## WORK TO COMPLETE
Please copy out each line of the listing that contains the word "magnitude".

## RECORD EXCERPTS
import { describe, expect, it } from 'vitest';
import fc from 'fast-check';
import { writeFileSync } from 'node:fs';
import { join } from 'node:path';
import { readCatalogFile } from '../../src/cli/readCatalogFile';
import { readCatalog } from '../../src/core/catalog/read';
import { toCsv } from '../../src/core/export/csvText';
import { scratchFiles } from './scratchFiles';

const write = scratchFiles('stream', 'csv');
const dir = write.dir;

/** A catalog row: some good, some with awkward ids, blank lines, wrong field counts or bad numbers. */
const rowArb = fc.oneof(
  fc.record({
    id: fc.string({ unit: 'grapheme', maxLength: 6 }).map((s) => s + fc.sample(fc.constantFrom('', ',', '"', '\n', 'é', '\r\n'), 1)[0]),
    ra: fc.double({ min: -10, max: 400, noNaN: true }),
    dec: fc.double({ min: -100, max: 100, noNaN: true }),
    mag: fc.oneof(fc.double({ min: 15, max: 25, noNaN: true }), fc.constant('faint')),
  }).map((r) => toCsv([], [[r.id, r.ra, r.dec, r.mag]]).replace(/^\n/, '').replace(/\n$/, '')),
  fc.constantFrom('', 'x,1,2', 'y,1,2,3,4,5', ',1,2,3', 'dup,1,2,3'),
);

describe('streaming file reader', () => {
  it('gives the same result as readCatalog for any catalog and any chunk size', () => {
    fc.assert(
      fc.property(fc.array(rowArb, { maxLength: 40 }), fc.constantFrom('\n', '\r\n'), fc.boolean(), fc.integer({ min: 1, max: 300 }), (rows, eol, bom, chunk) => {
        const text = (bom ? '\ufeff' : '') + ['id,ra,dec,mag', ...rows].join(eol) + eol;
        const path = write(text);
        const whole = readCatalog(new TextEncoder().encode(text), path);
        const streamed = readCatalogFile(path, undefined, { chunkBytes: chunk });
        expect(streamed).toEqual(whole);
      }),
      { numRuns: 150 },
    );
  });

  it('streams an ECSV file with the same result', () => {
    const text = '# %ECSV 1.0\n# ---\n# datatype:\n# - {name: id, datatype: string}\n# - {name: ra, unit: hourangle, datatype: float64}\n# - {name: dec, unit: deg, datatype: float64}\n# - {name: mag, datatype: float64}\n# schema: astropy-2.0\nid ra dec mag\n"a b" 12.5 -5 20\n#c 1 2 21\n\nd 1 2 ""\n';
    const path = write(text);
    const r = readCatalogFile(path, undefined, { chunkBytes: 5 });
    expect(r).toEqual(readCatalog(text, path));
    expect(r.targets.map((t) => [t.id, t.raDeg, t.line])).toEqual([
      ['a b', 187.5, 10],
      ['#c', 15, 11],
    ]);
    expect(r.rejects).toEqual([
      { line: 12, column: '(row)', reason: 'blank line' },
      { line: 13, column: 'mag', reason: 'missing value' },
    ]);
  });

  it('says when the file does not exist', () => {
    expect(() => readCatalogFile(join(dir, 'nope.csv'))).toThrow(/nope\.csv: the catalog file does not exist/);
  });
});

describe('text encodings and files that are not tables', () => {
  const utf16le = (s: string) => {
    const out = new Uint8Array(2 + s.length * 2);
    out[0] = 0xff;
    out[1] = 0xfe;
    for (let i = 0; i < s.length; i++) {
      out[2 + 2 * i] = s.charCodeAt(i) & 0xff;
      out[3 + 2 * i] = s.charCodeAt(i) >> 8;
    }
    return out;
  };
  const tsv = 'id\tra\tdec\tmag\r\nNø1\t10\t-5\t20\r\n';

  it('reads UTF-16 text with a byte-order mark (spreadsheet "Unicode text"), whole and streamed', () => {
    const bytes = utf16le(tsv);
    const path = join(dir, 'u16.txt');
    writeFileSync(path, bytes);
    const r = readCatalog(bytes, path);
    expect(r.format).toBe('tsv');
    expect(r.targets.map((t) => [t.id, t.raDeg, t.line])).toEqual([['Nø1', 10, 2]]);
    expect(readCatalogFile(path, undefined, { chunkBytes: 3 })).toEqual(r);
  });

  it('reads text that is not valid UTF-8 as Latin-1, the same whole and streamed, never replacing characters', () => {
    const bytes = new Uint8Array([...new TextEncoder().encode('id,ra,dec,mag\na,1,2,3\n'), 0x4e, 0xf8, 0x31, ...new TextEncoder().encode(',1,2,3\n')]);
    const path = join(dir, 'latin1.csv');
    writeFileSync(path, bytes);
    // 0xF8 is "ø" in ISO-8859-1 (and windows-1252).
    expect(readCatalog(bytes, 'latin1.csv').targets.map((t) => t.id)).toEqual(['a', 'N\u00f81']);
    expect(readCatalogFile(path).targets).toEqual(readCatalog(bytes, 'latin1.csv').targets);
  });

  it('says what a compressed, archived or binary file is', () => {
    expect(() => readCatalog(new Uint8Array([0x1f, 0x8b, 8, 0]), 'c.csv.gz')).toThrow('c.csv.gz: is gzip-compressed; decompress it first (gunzip)');
    expect(() => readCatalog(new Uint8Array([0x50, 0x4b, 3, 4, 0]), 'c.xlsx')).toThrow(/c\.xlsx: is a ZIP archive/);
    expect(() => readCatalog(new Uint8Array([0x69, 0x64, 0, 1, 2]), 'c.bin')).toThrow('c.bin: holds binary data, not text; give a CSV, TSV, ECSV, VOTable or FITS table');
  });
});

describe('space-delimited ECSV streamed in small chunks', () => {
  it('collapses space runs the same way for every chunk size', () => {
    const text =
      '# %ECSV 1.0\n# ---\n# datatype:\n# - {name: id, datatype: string}\n# - {name: ra, datatype: float64}\n# - {name: dec, datatype: float64}\n# - {name: mag, datatype: float64}\n' +
      'id   ra   dec  mag\n' +
      Array.from({ length: 60 }, (_, i) => (i % 3 === 0 ? `  "g  ${i}"    ${i}.5   -${i % 90}    20  ` : i % 7 === 0 ? '    ' : `g${i} ${i}   1 2`)).join('\n') +
      '\n';
    const path = write(text);
    const whole = readCatalog(text, path);
    expect(whole.targets.length).toBeGreaterThan(40);
    expect(whole.targets[0]).toMatchObject({ id: 'g  0', raDeg: 0.5, decDeg: -0, line: 9 });
    for (const chunk of [1, 2, 3, 5, 17, 64]) expect(readCatalogFile(path, undefined, { chunkBytes: chunk })).toEqual(whole);
  });
});
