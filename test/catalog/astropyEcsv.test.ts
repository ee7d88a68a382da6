/**
 * ECSV cross-checks against astropy (Debian python3-astropy 5.2.1, astropy.io.ascii.ecsv, run by /usr/bin/python3):
 * files astropy writes are read by Haloweave with the same values and units; Haloweave's ECSV is read back by
 * astropy with the same values, units, datatypes and metadata.
 */
import { describe, expect, it } from 'vitest';
import { mkdtempSync, readFileSync, writeFileSync } from 'node:fs';
import { tmpdir } from 'node:os';
import { join } from 'node:path';
import { astropyVersion, runPython } from './astropyHelper';
import { readCatalog } from '../../src/core/catalog/read';
import { readEcsvTable } from '../../src/core/catalog/ecsvReader';
import { writeEcsv } from '../../src/core/export/ecsvWriter';
import { slitTable } from '../../src/core/export/slitTable';
import type { Slit } from '../../src/core/geometry/maskSolution';
import type { MaskRow } from '../../src/core/export/slitsCsv';
import type { Cell } from '../../src/core/catalog/types';

const dir = mkdtempSync(join(tmpdir(), 'haloweave-ecsv-'));

describe('astropy is there', () => {
  it('runs astropy 5.x (written against Debian python3-astropy 5.2.1)', () => {
    const v = astropyVersion();
    expect(v).toMatch(/^\d+\.\d+/);
    expect(Number(v.split('.')[0])).toBeGreaterThanOrEqual(5);
  });
});

/** A catalog astropy writes: ids with spaces, quotes, commas and non-ASCII letters; RA in deg and in hourangle; masked cells. */
const WRITE_CATALOG = String.raw`
import json, sys
import numpy as np
from astropy.table import Table, MaskedColumn
import astropy.units as u
delim = sys.argv[1] if len(sys.argv) > 1 else ' '
t = Table()
t['id'] = ['gc 1', 'gc"2', 'gc,3', 'ĝć-4', 'gc5']
t['ra'] = np.array([0.0001, 187.123456789012, 359.9999999, 10.5, 200.0]) * u.deg
t['ra'].description = 'ICRS right ascension'
t['dec'] = MaskedColumn([-89.9, -5.123456789, 0.0, 45.5, 89.99], unit=u.deg)
t['mag'] = MaskedColumn([20.1, 21.25, 22.333, 19.0, 23.0], mask=[False, False, False, True, False], unit=u.mag)
t['color'] = [0.81, 1.02, -0.1, 0.5, 1e-9]
t['ra_h'] = (t['ra'].to(u.hourangle).value) * u.hourangle
t['big'] = np.array([2**60 + 1, 1, 2, 3, 4], dtype=np.int64)
t['flag'] = [True, False, True, False, True]
t.meta['origin'] = 'invented test rows'
out = sys.stdin.read().strip()
kw = {} if delim == ' ' else {'delimiter': ','}
t.write(out, format='ascii.ecsv', overwrite=True, **kw)
print(json.dumps({
  'ra_deg_from_h': [float(x) for x in t['ra_h'].to(u.deg).value],
  'ra': [float(x) for x in t['ra']], 'dec': [float(x) for x in t['dec']], 'color': [float(x) for x in t['color']],
}))
`;

for (const delim of [' ', ','] as const) {
  describe(`ECSV written by astropy (delimiter ${JSON.stringify(delim)}) read by Haloweave`, () => {
    const path = join(dir, `astropy-${delim === ' ' ? 'space' : 'comma'}.ecsv`);
    const expected = JSON.parse(runPython(WRITE_CATALOG.replace("sys.argv[1] if len(sys.argv) > 1 else ' '", JSON.stringify(delim)), path));
    const bytes = readFileSync(path);

    it('keeps the column units, datatypes and descriptions', () => {
      const t = readEcsvTable(bytes.toString('utf8'));
      const byName = Object.fromEntries(t.columns.map((c) => [c.name, c]));
      expect(byName.ra).toEqual({ name: 'ra', datatype: 'float64', unit: 'deg', description: 'ICRS right ascension' });
      expect(byName.dec.unit).toBe('deg');
      expect(byName.mag.unit).toBe('mag');
      expect(byName.ra_h.unit).toBe('hourangle');
      expect(byName.big.datatype).toBe('int64');
      expect(byName.flag.datatype).toBe('bool');
      expect(t.meta).toContainEqual({ key: 'origin', value: 'invented test rows' });
    });

    it('reads the same values (ids, RA, Dec, colour, 64-bit integers) and reports the masked magnitude', () => {
      const r = readCatalog(bytes, path);
      expect(r.format).toBe('ecsv');
      expect(r.rowsRead).toBe(5);
      expect(r.targets.map((t) => t.id)).toEqual(['gc 1', 'gc"2', 'gc,3', 'gc5']);
      const used = [0, 1, 2, 4];
      expect(r.targets.map((t) => t.raDeg)).toEqual(used.map((i) => expected.ra[i]));
      expect(r.targets.map((t) => t.decDeg)).toEqual(used.map((i) => expected.dec[i]));
      expect(r.targets.map((t) => t.color)).toEqual(used.map((i) => expected.color[i]));
      expect(r.targets[0].extra.big).toBe('1152921504606846977'); // 2**60 + 1, every digit kept
      // astropy's header is 20-odd lines; the masked magnitude is on the 4th data row, the line after the header row + 4.
      const text = bytes.toString('utf8').split('\n');
      const headerRow = text.findIndex((l) => !l.startsWith('#')) + 1;
      expect(r.rejects).toEqual([{ line: headerRow + 4, column: 'mag', reason: 'missing value' }]);
    });

    it('converts RA given in hourangle to the same degrees as astropy', () => {
      const r = readCatalog(bytes, path, { ra: 'ra_h' });
      expect(r.mapping.ra).toBe('ra_h');
      r.targets.forEach((t, k) => {
        const i = [0, 1, 2, 4][k];
        // astropy's unit conversion h -> deg is a multiplication by 15; allow one ulp-level difference.
        expect(Math.abs(t.raDeg - expected.ra_deg_from_h[i])).toBeLessThanOrEqual(1e-12 * Math.max(1, expected.ra_deg_from_h[i]));
      });
    });
  });
}

const READ_BACK = String.raw`
import json, sys, math
import numpy as np
from astropy.table import Table
t = Table.read(sys.stdin.read().strip(), format='ascii.ecsv')
def val(col, i):
    v = col[i]
    if np.ma.is_masked(v): return None
    if isinstance(v, (np.floating, float)):
        f = float(v)
        return None if math.isnan(f) else f
    if isinstance(v, (np.bool_, bool)): return bool(v)
    if isinstance(v, (np.integer, int)): return int(v)
    return str(v)
out = {'meta': {k: v for k, v in t.meta.items()}, 'columns': []}
for name in t.colnames:
    c = t[name]
    out['columns'].append({'name': name, 'unit': None if c.unit is None else c.unit.to_string(), 'kind': c.dtype.kind,
        'description': c.description, 'ucd': (c.meta or {}).get('ucd'), 'values': [val(c, i) for i in range(len(t))]})
print(json.dumps(out))
`;

const mask: MaskRow = { maskId: 'm#1', instrument: 'ridge10-narrow', raDeg: 187.4999999999, decDeg: -5.2500000001, paDeg: 359.123456789 };
const slits: Slit[] = [
  { maskId: 'm#1', slitId: '=1', objectId: 'gc,"1"', role: 'tracer', raDeg: 187.51234567891234, decDeg: -5.261, xArcsec: -12.25, yArcsec: 100.125, lenBelowArcsec: 3, lenAboveArcsec: 6.5, widthArcsec: 1, tiltDeg: 0, priority: 3.75, mag: 21.04 },
  { maskId: 'm#1', slitId: 'a1', objectId: 'stär-ø', role: 'alignment', raDeg: 187.48, decDeg: -5.2, xArcsec: 30, yArcsec: -80, lenBelowArcsec: 2, lenAboveArcsec: 2, widthArcsec: 4, tiltDeg: 0, priority: 1, mag: 17.5 },
  { maskId: 'm#1', slitId: 'k1', objectId: '', role: 'sky', raDeg: 187.52, decDeg: -5.3, xArcsec: 1e-7, yArcsec: 150, lenBelowArcsec: 3, lenAboveArcsec: 3, widthArcsec: 1, tiltDeg: 0, priority: 0.5, mag: null },
  { maskId: '#m2', slitId: 's\n2', objectId: '@x', role: 'starlight', raDeg: 0.000001, decDeg: 89.999999, xArcsec: 5, yArcsec: -5, lenBelowArcsec: 4, lenAboveArcsec: 4, widthArcsec: 1, tiltDeg: 5, priority: 2, mag: null },
];

describe('ECSV written by Haloweave read back by astropy', () => {
  const table = slitTable(slits, [mask, { ...mask, maskId: '#m2', paDeg: 0 }]);
  const path = join(dir, 'haloweave-slits.ecsv');
  writeFileSync(path, writeEcsv(table));
  const back = JSON.parse(runPython(READ_BACK, path));

  it('has the same columns, units, datatypes, descriptions and UCDs', () => {
    expect(back.columns.map((c: { name: string }) => c.name)).toEqual(table.columns.map((c) => c.name));
    table.columns.forEach((col, j) => {
      const b = back.columns[j];
      expect(b.unit ?? undefined).toBe(col.unit);
      expect(b.kind).toBe(col.datatype === 'string' ? 'U' : col.datatype === 'float64' ? 'f' : col.datatype === 'bool' ? 'b' : 'i');
      expect(b.description).toBe(col.description);
      expect(b.ucd).toBe(col.ucd);
    });
  });

  it('has the same values (empty text comes back masked, as ECSV defines)', () => {
    table.columns.forEach((col, j) => {
      const expectedValues = table.rows.map((r) => (r[j] === '' ? null : r[j]) as Cell);
      expect(back.columns[j].values).toEqual(expectedValues);
    });
  });

  it('carries the table metadata', () => {
    expect(back.meta.creator).toBe('haloweave');
    expect(back.meta.masks).toBe(2);
    expect(back.meta.frame).toBe('ICRS');
  });

  it('is read back by Haloweave with the same cells', () => {
    const t = readEcsvTable(readFileSync(path, 'utf8'));
    const rows: Cell[][] = [];
    t.forEachRow((cells) => rows.push(cells));
    expect(t.columns.map((c) => c.unit)).toEqual(table.columns.map((c) => c.unit));
    expect(t.columns.map((c) => c.ucd)).toEqual(table.columns.map((c) => c.ucd));
    rows.forEach((r, i) =>
      table.columns.forEach((col, j) => {
        const want = table.rows[i][j];
        if (col.datatype === 'float64') expect(r[j] === '' ? null : Number(r[j])).toEqual(want);
        else expect(r[j]).toBe(want ?? '');
      }),
    );
  });
});

describe('a hand-aligned, space-delimited ECSV is read as astropy reads it', () => {
  const text =
    '# %ECSV 1.0\n# ---\n# datatype:\n# - {name: id, datatype: string}\n# - {name: ra, unit: deg, datatype: float64}\n# - {name: dec, unit: deg, datatype: float64}\n# - {name: mag, datatype: float64}\n# schema: astropy-2.0\n' +
    'id          ra        dec     mag\n' +
    '"gc  one"   187.5     -5.25   21.0\n' +
    '  gc2       187.51    -5.26   21.1   \n' +
    '"say ""hi"""  187.52  -5.27   21.2\n';
  const path = join(dir, 'aligned.ecsv');
  writeFileSync(path, text);
  const astropy = JSON.parse(
    runPython(
      "import json,sys\nfrom astropy.table import Table\nt=Table.read(sys.stdin.read().strip(),format='ascii.ecsv')\nprint(json.dumps({'id':[str(x) for x in t['id']],'ra':[float(x) for x in t['ra']],'dec':[float(x) for x in t['dec']],'mag':[float(x) for x in t['mag']]}))",
      path,
    ),
  );

  it('gives the same ids and values as astropy', () => {
    const r = readCatalog(text, path);
    expect(r.rejects).toEqual([]);
    expect(r.targets.map((t) => t.id)).toEqual(astropy.id);
    expect(r.targets.map((t) => t.raDeg)).toEqual(astropy.ra);
    expect(r.targets.map((t) => t.decDeg)).toEqual(astropy.dec);
    expect(r.targets.map((t) => t.mag)).toEqual(astropy.mag);
    expect(r.targets.map((t) => t.line)).toEqual([10, 11, 12]);
  });
});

## FINAL ANSWER
    it('reads the same values (ids, RA, Dec, colour, 64-bit integers) and reports the masked magnitude', () => {
      // astropy's header is 20-odd lines; the masked magnitude is on the 4th data row, the line after the header row + 4.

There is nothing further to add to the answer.